What needs to be done:
Where a line below holds the string "sayMoney", copy that line.

━━━━━ Given records

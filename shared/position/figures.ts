import type { Entry } from '../books/book.ts';
import { owedFigure } from '../books/incentive.ts';
import { stated, usdInput } from '../books/inputs.ts';
import { payoffOfLoans } from '../books/other-money.ts';
import { creditEarnedBy, stillToComeFigure } from '../books/tax-credit.ts';
import { sayCount, sayMoney } from '../ledger/say.ts';
import { negateCents, subtractCents, sumCents, ZERO_CENTS } from '../units/cents.ts';
import { counts } from './books-sum.ts';
import type { FoldInput } from './fold.ts';
import type { Figure, Position, PositionPoint, SettledParts } from './position.ts';
import { addFigures, BOOK_LABELS, meanFigure, type NamedFigure, roundedMean, sumOfEntries } from './sums.ts';

/** Cycles the pace and the mean margin look back over. */
const LOOK_BACK = 12;

type Totals = Pick<Position, 'settledToday' | 'settledWithoutCredit' | 'settledParts'>;

/** What stands between cash so far and settled today, at the last point. */
export function settledFigures(input: FoldInput, last: PositionPoint, cashSoFar: Figure): Totals {
  const parts = settledPartsOf(input, last);
  const named: NamedFigure[] = [
    { name: 'cashSoFar', label: 'Cash so far', figure: cashSoFar },
    { name: 'loanPayoff', label: 'Loan payoff', figure: parts.loanPayoff },
    { name: 'incentiveOwed', label: 'Incentive owed', figure: parts.incentiveOwed },
    { name: 'utilityBank', label: 'Utility bank', figure: parts.utilityBank },
  ];
  const credit = { name: 'creditStillToCome', label: 'Tax credit still to come', figure: parts.creditStillToCome };
  return {
    settledToday: addFigures('Cash so far, the loan paid off and everything owed collected', [...named, credit]),
    settledWithoutCredit: addFigures('Settled today without the tax credit still to come', named),
    settledParts: parts,
  };
}

function settledPartsOf(input: FoldInput, last: PositionPoint): SettledParts {
  const { loans, credit, entries } = input;
  const payoff = payoffOfLoans(loans, last.on);
  const amounts = (kept: (entry: Entry) => boolean) => entries.filter(kept).map((entry) => entry.amountCents);
  const incentive = entries.filter((entry) => entry.book === 'incentive');
  return {
    loanPayoff: payoff ? negative(payoff) : nothing('There is no loan'),
    creditStillToCome: credit
      ? stillToComeFigure(
          credit,
          creditEarnedBy(credit, last.on),
          amounts((entry) => entry.book === 'credit' && counts(entry)),
        )
      : nothing('There is no tax credit'),
    incentiveOwed:
      incentive.length === 0
        ? nothing('Nothing is earned or received')
        : owedFigure(
            incentive.filter((entry) => entry.kind === 'earned').map((entry) => entry.amountCents),
            incentive.filter(counts).map((entry) => entry.amountCents),
          ),
    utilityBank: input.cycles.at(-1)?.utilityBank ?? nothing('There is no cycle yet'),
  };
}

function negative(figure: Figure): Figure {
  const { working } = figure;
  return { amountCents: negateCents(figure.amountCents), working: { ...working, formula: `-(${working.formula})` } };
}

function nothing(words: string): Figure {
  return {
    amountCents: ZERO_CENTS,
    working: { words, formula: '0', inputs: [], unit: 'USD', basis: 'computed' },
  };
}

/** Mean change of settled today per cycle, between the closes of the last thirteen cycles (as many as there are); null before two. */
export function paceFigure(points: readonly PositionPoint[]): Figure | null {
  const closes = closesOf(points);
  const now = closes.at(-1);
  const span = Math.min(LOOK_BACK, closes.length - 1);
  const then = closes[closes.length - 1 - span];
  if (now === undefined || then === undefined || span < 1) return null;
  const change = subtractCents(now.settledTodayCents, then.settledTodayCents);
  const settled = stated('Settled today, by cycle');
  return {
    amountCents: roundedMean(change, span),
    working: {
      words: `${sayMoney(change)} in ${sayCount(span, 'cycle', 'cycles')}`,
      formula: 'roundCents((now - then) / cycles)',
      inputs: [
        usdInput('now', `Settled on ${now.on}`, now.settledTodayCents, settled),
        usdInput('then', `Settled on ${then.on}`, then.settledTodayCents, settled),
        { name: 'cycles', label: 'Cycles between', value: String(span), unit: 'cycles', source: stated('Cycles') },
      ],
      unit: 'USD',
      basis: 'computed',
    },
  };
}

/**
 * The margin of the last cycle, bill avoided + incentive received + insurance avoided − scheduled loan payments − upkeep, and its mean over the
 * last twelve. Extra principal and credit receipts stand apart. Null without a cycle.
 */
export function marginFigures(
  entries: readonly Entry[],
  points: readonly PositionPoint[],
): { margin: Figure | null; marginMean: Figure | null } {
  const last = points.filter(isClose).at(-1);
  if (last === undefined) return { margin: null, marginMean: null };
  const closes = closesOf(points).slice(-LOOK_BACK);
  const counted = entries.filter(inMargin);
  const entriesOf = (point: PositionPoint) => counted.filter((entry) => entry.cycle === point.cycle);
  const lastEntries = entriesOf(last);
  const part = (book: 'billAvoided' | 'incentive' | 'insurance' | 'loan' | 'upkeep'): NamedFigure => {
    const label = book === 'loan' ? 'Scheduled loan payments' : BOOK_LABELS[book];
    return {
      name: book,
      label,
      figure: sumOfEntries(
        label,
        lastEntries.filter((entry) => entry.book === book),
      ),
    };
  };
  const margin = addFigures(
    'What the cycle left over after the scheduled loan payment and upkeep',
    (['billAvoided', 'incentive', 'insurance', 'loan', 'upkeep'] as const).map(part),
  );
  const margins = closes.map((point) => sumCents(entriesOf(point).map((entry) => entry.amountCents)));
  return { margin, marginMean: meanFigure('Margin by cycle', margins) };
}

function inMargin(entry: Entry): boolean {
  if (!counts(entry) || entry.book === 'credit' || entry.book === 'costs') return false;
  return entry.book !== 'loan' || entry.kind === 'payment';
}

function isClose(point: PositionPoint): boolean {
  return point.cycle !== 'before' && point.cycle !== 'since';
}

function closesOf(points: readonly PositionPoint[]): PositionPoint[] {
  return points.filter(isClose);
}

━━━━━━━━━━

Answer area:
import { sayCount, sayMoney } from '../ledger/say.ts';
      words: `${sayMoney(change)} in ${sayCount(span, 'cycle', 'cycles')}`,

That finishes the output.